Samba Sow alias Bathieu, âgé de 33 ans, a comparu, hier, devant la chambre criminelle du tribunal de grandes instances de Dakar, pour avoir égorgé la présidente des femmes Apr du département de Pikine Fatoumata Matar Ndiaye, et pour tentative d’assassinat sur le fils de la victime Adama Sow. Il risque la perpétuité.

 

‘’Avez-vous eu une carrière de boucher ?’’, a lancé le représentant du parquet, sidéré par la violence de l’assassinat de la responsable politique Fatoumata Matar Ndiaye et convaincu de la culpabilité de Samba Sow, hier. Les faits se sont déroulés le 19 novembre 2019 entre 07H 50mn et 08H 30 mn. Les éléments du commissariat de Pikine ont trouvé la présidente des femmes Apr du département de Pikine et vice-présidente du conseil économique et social égorgée, gisant dans une mare de sang. Elle avait la gorge tranchée, la trachée artère, la jugulaire, les muscles omohyoïdiens sectionnés, mettant à nu les vertèbres cervicales ; des blessures au couteau et des égratignures.

L’accusé Samba Sow était considéré comme un membre de la famille de la victime qu’il appelait maman. Depuis 4 ans avant son arrestation, il officiait comme chauffeur de la dame. Selon l’accusation, il s’est introduit dans la chambre à coucher de la vice-présidente du conseil économique et social, pour y dérober une somme d’argent que la victime avait soigneusement gardée dans son armoire. L’argent devait être remis, en guise de dot, à sa copine Mbenda Fall qu’il devait épouser le 26 novembre. Ce matin-là, il pensait que sa patronne était encore dans la salle de bain, quand il s’est introduit dans la chambre, essayant d’ouvrir le placard ou était rangé l’argent. La veille, il est entré dans la maison vers 19h pour demander la clef du garage, prétendant y avoir oublié quelque chose.
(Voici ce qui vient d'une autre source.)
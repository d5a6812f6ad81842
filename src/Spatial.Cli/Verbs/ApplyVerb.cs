using System.CommandLine;
using System.Globalization;
using Spatial.Fitting;
using Spatial.Records;

namespace Spatial.Cli.Verbs;

/// <summary>
/// <c>spatial apply BASIS RECORDS --out DIR</c>: projects new seasons — daily records (CSV or .csv.gz, with
/// <c>--stations</c>) imported with the basis's own season start, or a season matrix from <c>import</c> — onto a
/// saved basis and scores them against its training seasons.
/// </summary>
internal static class ApplyVerb
{
    public static Command Create(CliEnv env)
    {
        var basisArg = new Argument<string>("BASIS") { Description = "basis.json written by 'spatial fit'." };
        var matrixArg = new Argument<string>("RECORDS") { Description = "New daily records (CSV or .csv.gz, as for 'spatial import'; needs --stations), or a season matrix (matrix.parquet from 'spatial import')." };
        var stationsOpt = new Option<string?>("--stations") { Description = "Station list of the new records (needed when RECORDS are daily records)." };
        var unitOpt = new Option<string>("--unit") { Description = "Depth unit of the records file: mm, cm, m or in.", DefaultValueFactory = _ => "mm" };
        var minDaysOpt = new Option<int>("--min-days") { Description = "Seasons with fewer observed days are marked (they are still projected).", DefaultValueFactory = _ => 250 };
        var outOpt = new Option<string>("--out") { Description = "Folder for anomalies.csv.", Required = true };
        var ridgeOpt = new Option<double>("--ridge") { Description = "Ridge term for the per-season least squares (fraction of the mean diagonal).", DefaultValueFactory = _ => 0.0 };
        var cmd = new Command("apply", "Project new seasons onto a saved basis: coefficients, residuals, metrics, z-scores and percentiles against the basis's training seasons.")
        {
            basisArg, matrixArg, stationsOpt, unitOpt, minDaysOpt, outOpt, ridgeOpt,
        };
        cmd.SetAction(parseResult =>
        {
            var basisPath = parseResult.GetValue(basisArg)!;
            var matrixPath = parseResult.GetValue(matrixArg)!;
            var outDir = parseResult.GetValue(outOpt)!;
            var ridge = parseResult.GetValue(ridgeOpt);
            if (!(ridge >= 0))
            {
                throw new UsageException("--ridge must not be negative.");
            }

            var basis = BasisFile.Read(basisPath);
            var inputs = new List<string> { basisPath, matrixPath };
            Spatial.Core.SeasonMatrix matrix;
            if (matrixPath.EndsWith(".parquet", StringComparison.OrdinalIgnoreCase))
            {
                matrix = SeasonMatrixFile.Read(matrixPath);
            }
            else
            {
                var stations = parseResult.GetValue(stationsOpt) ?? throw new UsageException("daily records need --stations S.csv (or give a matrix.parquet from 'spatial import')");
                if (!Spatial.Core.DepthUnits.TryParse(parseResult.GetValue(unitOpt), out var unit))
                {
                    throw new UsageException($"--unit must be mm, cm, m or in; got '{parseResult.GetValue(unitOpt)}'");
                }

                var calendar = Spatial.Core.SeasonCalendar.TryParse(basis.SeasonStart)
                    ?? throw new Spatial.Core.SpatialDataException(basisPath, 0, $"the basis's season start '{basis.SeasonStart}' is not MM-DD", "write the basis again with 'spatial fit'");
                var imported = CliOutput.WithProgress(env, parseResult.GetValue(CliApp.Json), "import", p => RecordsImport.Run(
                    new ImportOptions(matrixPath, stations) { StationCrsToWgs84 = Workflow.StationCrs.ToWgs84, Calendar = calendar, Unit = unit, MinDays = parseResult.GetValue(minDaysOpt) }, p, env.Cancel));
                matrix = imported.Matrix;
                inputs.Add(stations);
            }

            var result = SeasonalFit.Apply(basis, matrix, new ApplyOptions(Ridge: ridge));
            FitFiles.WriteApply(outDir, result);
            RunManifest.Record(outDir, "apply", inputs, new Dictionary<string, string?>
            {
                ["ridge"] = ridge.ToString("R", CultureInfo.InvariantCulture),
            });
            if (parseResult.GetValue(CliApp.Json))
            {
                CliOutput.WriteJson(env, new Dictionary<string, object?>
                {
                    ["verb"] = "apply",
                    ["out"] = outDir,
                    ["seasons"] = matrix.Rows,
                    ["components"] = basis.K,
                    ["labels"] = basis.Labels,
                    ["files"] = new[] { FitFiles.Anomalies },
                });
            }
            else
            {
                env.Out.WriteLine($"apply: {matrix.Rows} seasons projected onto {basis.K} components; wrote {FitFiles.Anomalies} in {outDir}");
            }

            return ExitCodes.Done;
        });
        return cmd;
    }
}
Il a entre-ouvert la porte, pour pouvoir s’y introduire, le soir venu et y passer la nuit. Et faire sa basse besogne au petit matin, puisqu’il connaissait les habitudes de la famille.

Malheureusement pour lui, sa patronne l’a pris la main dans le sac, essayant d’ouvrir son armoire. Elle l’a abreuvé d’insultes et traité d’imbécile. Mais au lieu de battre sa coulpe, il a vu rouge. Il s’est emparé du couteau posé sur un meuble de coin pour la poignarder sur la cuisse et lui assener deux coups dans le thorax. Pris dans une folie meurtrière, Samba l’a plaquée au sol et l’a égorgée pour ensuite s’en prendre à son fils Adama Sow qu’il a croisé dans le couloir. Il voulait lui réserver le même sort. Ce fut la première version de l’accusé.

En effet, de l’enquête préliminaire à son audition devant le juge d’instruction, Samba Sow n’a cessé de servir des versions différentes aussi invraisemblables les unes que les autres. Ainsi, entendu de nouveau, il a confié que sa patronne lui avait refusé des jours de congés pour aller au Magal de Touba. Que lors d’un échange, elle lui a versé de l’eau chaude. Ce qui l’a mis hors de lui. Il l’a égorgée. 

Lors de sa troisième audition, il a soutenu être allé à la rescousse du fils de la responsable Adama Sow qui se bagarrait avec un individu. C’est là qu’il a eu la blessure à la main. Une fois devant le juge d’instruction, il est revenu à sa déclaration initiale et réitéré qu’il avait un besoin urgent d’argent, à l’époque, pour organiser son mariage.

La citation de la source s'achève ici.